▶ Data under study

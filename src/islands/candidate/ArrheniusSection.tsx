import { useCallback, useMemo } from 'react';
import type { CandidateView } from '../../contracts/candidate';
import { buildArrheniusOption, celsius, whiskerReach } from '../charts/buildArrheniusOption';
import { Chart } from '../charts/Chart';
import type { ChartFrame, ChartTheme } from '../charts/chartTheme';
import { plotNumber } from '../charts/plotNumber';
import { arrheniusPlotOf } from './arrheniusPlot';
import { figureOf } from './figures';
import { OneStepNote } from './OneStepNote';

export interface ArrheniusSectionProps {
  view: CandidateView;
  chosen: string;
  onChoose: (wellId: string) => void;
}

/** ln k against 1000/T over all wells, or why there is no such plot. */
export function ArrheniusSection({ view, chosen, onChoose }: ArrheniusSectionProps) {
  const plot = useMemo(() => arrheniusPlotOf(view, chosen), [view, chosen]);
  const build = useCallback(
    (theme: ChartTheme, frame: ChartFrame) =>
      plot ? buildArrheniusOption(plot, theme, frame) : { series: [] },
    [plot],
  );
  const { result } = view;
  const energy = result.activationEnergy ?? result.initialRateActivationEnergy;
  const figure = energy && figureOf(energy, 'kJ/mol', 1e-3);
  return (
    <section aria-labelledby="arrhenius">
      <h2 id="arrhenius" className="mb-2 text-[18px] font-semibold">
        Temperature
      </h2>
      {!plot || !figure ? (
        <p className="text-quiet max-w-[68ch]">
          No activation energy: it takes wells that react at two temperatures or more, and three for
          an interval.
        </p>
      ) : (
        <>
          <p className="max-w-[72ch]">
            Apparent activation energy{' '}
            <strong className="font-semibold tabular-nums">
              {figure.text} {figure.unit}
            </strong>
            {figure.interval && ` (95 %: ${figure.interval})`}
            {result.basis === 'initial-rate' && ', of initial rates'}.
          </p>
          <OneStepNote oneStep={result.oneStep ?? null} />
          <div className="mt-2 max-w-3xl">
            <Chart
              build={build}
              height={400}
              onPick={onChoose}
              label={`Arrhenius plot of ${view.catalyst.code}: ${plot.points.length} wells from ${celsius(
                Math.min(...plot.points.map(({ temperatureK }) => temperatureK)),
              )} to ${celsius(Math.max(...plot.points.map(({ temperatureK }) => temperatureK)))}. The points stand in the table below.`}
              caption={`Whiskers: ± ${whiskerReach} standard errors. Shapes: replicates.${plot.line.low ? ' Tint: 95 % band of the line.' : ''}`}
            />
          </div>
          <details className="mt-2">
            <summary className="text-accent min-h-6 w-fit cursor-pointer">
              Points as a table
            </summary>
            <table className="mt-2 border-collapse text-[13.5px] leading-5 tabular-nums">
              <thead>
                <tr className="text-quiet border-rule border-b text-right text-[13px]">
                  {['Well', 'Temperature', '1000/T, K⁻¹', `${plot.yName}`, 's.e.'].map((name) => (
                    <th key={name} scope="col" className="py-1 pr-6 font-normal first:text-left">
                      {name}
                    </th>
                  ))}
                </tr>
              </thead>
              <tbody>
                {plot.points.map((point) => (
                  <tr key={point.wellId} className="border-rule border-b text-right">
                    <th scope="row" className="py-0.5 pr-6 text-left font-normal">
                      {point.well}
                    </th>
                    <td className="py-0.5 pr-6">{celsius(point.temperatureK)}</td>
                    <td className="py-0.5 pr-6">{point.x.toFixed(4)}</td>
                    <td className="py-0.5 pr-6">{point.y.toFixed(3).replace('-', '−')}</td>
                    <td className="py-0.5 pr-6">{plotNumber(point.se, 2)}</td>
                  </tr>
                ))}
              </tbody>
            </table>
          </details>
        </>
      )}
    </section>
  );
}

▶ Task item
Using the records above, select and copy every line that has the word "ChartTheme".

▶ Response for this exercise
import type { ChartFrame, ChartTheme } from '../charts/chartTheme';
    (theme: ChartTheme, frame: ChartFrame) =>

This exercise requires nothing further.